Monday, February 25, 2019

Learning The Lessons Of Youth

Seattle's light rail trains run through downtown and points north in an underground tunnel that is shared with certain bus routes. Over the weekend I was waiting for a train to take me to the University of Washington to watch the surprising Huskies play Colorado. I've waited on this platform quite often. Across the way, as is typical, there is another platform for passengers heading south. The road dividing the two platforms is pretty much like any other road except that it is a couple feet lower than where I stood and has tracks imbedded in it.

Typically, there are always at least a couple buses pulling up to the high curbs, but on this night there was a long lull during which the tunnel station was left to those of us waiting. Then suddenly, a teenaged boy was dashing toward me from the opposite side, followed more trepidatiously by a girl. The boy attained safety, then waited for his girlfriend. They giggled as they fell into one another's arms, breathing hard from the excitement more than the exertion, they kissed the way only teenagers can before ducking around a corner where they continued their public displays of affection in a slightly less public area.

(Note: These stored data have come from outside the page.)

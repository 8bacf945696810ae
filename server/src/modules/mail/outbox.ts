import { outboxMessages } from '../../../../schema';
import type { Database, Tx } from '../../db/client';

/** A message to send once the caller's transaction commits. */
export interface OutgoingMail {
  to: string;
  subject: string;
  text: string;
  html?: string | null;
  /** What caused it, e.g. `proposal.submitted`. */
  eventKind: string;
  /** The user it is for, when it is for one. */
  recipientId?: number | null;
}

/**
 * Writes messages to the outbox inside the caller's transaction, so an event and the mail
 * about it commit or roll back together. The outbox worker delivers them afterwards.
 */
export async function enqueueMail(tx: Tx | Database, messages: OutgoingMail[]): Promise<number[]> {
  if (messages.length === 0) return [];
  const rows = await tx
    .insert(outboxMessages)
    .values(
      messages.map((m) => ({
        toAddress: m.to,
        subject: m.subject,
        text: m.text,
        html: m.html ?? null,
        eventKind: m.eventKind,
        recipientId: m.recipientId ?? null,
      })),
    )
    .returning({ id: outboxMessages.id });
  return rows.map((r) => r.id);
}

I'd never seen anyone try this maneuver at any train stop anywhere. It was a dangerous and stupid thing to do. I even considered being the one to scold them, to tell them that they could have been killed, but thought better of it. I would have looked to them like a crabby old man shaking is fist at rain clouds. The roadway had been entirely clear, it was still entirely clear, they had made it safely. The proof was in the pudding. I was surprised actually that there were no security officers on the scene. The tunnel is usually full of them, but, I figured, the kids had included that in their calculations: road clear, no yellow vests, let's go!

As they cuddled away behind me, I reflected on the times that I'd realized I was on the wrong platform and had even, briefly, contemplated the same thing. It is tempting when the alternative is one that will surly cause you to miss your train. I would never actually do it, of course, but then again I have a fully developed adult brain. Those kids have teenaged brains, which means that the part that calculates risk (i.e., executive function) is still some years away from completion. I did dangerous and stupid things when I was a teenager as well -- not this specific thing, but things equally, perhaps even more, dangerous and stupid. Most teens do.

In fact, I was even a bit envious of them, their lust for life, their lust for one another, all those giddy feelings filling them right up. Then I saw them coming. A pair of security officers were headed our way. The kids, who had hidden themselves around a corner, were oblivious. Several concerned citizens stopped the men to rat out the teens, but I could tell by the men's body language that they were already on the case. Those kids were going to get it.

In a second he was in their space, "I was just wondering which one of you is going to pay the $10,000 fine for the stupid thing you just did." (I can't imagine the fine is that high, but that's beside the point.) He went on to scold them. "Everything in this tunnel is on camera." He was firm, but didn't raise his voice. It was obvious to me from the start that he had no intention of issuing them a citation, but the kids couldn't have known that. They looked afraid. He went on for a couple minutes, a span that probably felt ten times longer to the kids who at least affected expressions of contrition.

A few minutes later, the train pulled in. The teens boarded with me, giggling again, this time, I expect, out of relief. They had, in fact, gotten away with it, although, I hope, with the lesson learned to not do it again. As we rode I tried to ignore them, the way one does with PDAs. Then it hit me: I was on the train headed in the wrong direction. At the next stop I got off. I stood looking at the platform across the way, the one I needed to be on, not contemplating a dash as much as remembering my own teenage brain, the one that might well have calculated the risk as one worth taking. Then I went the long way around, up the long escalator, across the upstairs lobby, then down the other side the way 57-year-old men do because we have already, hopefully, learned the lessons of youth.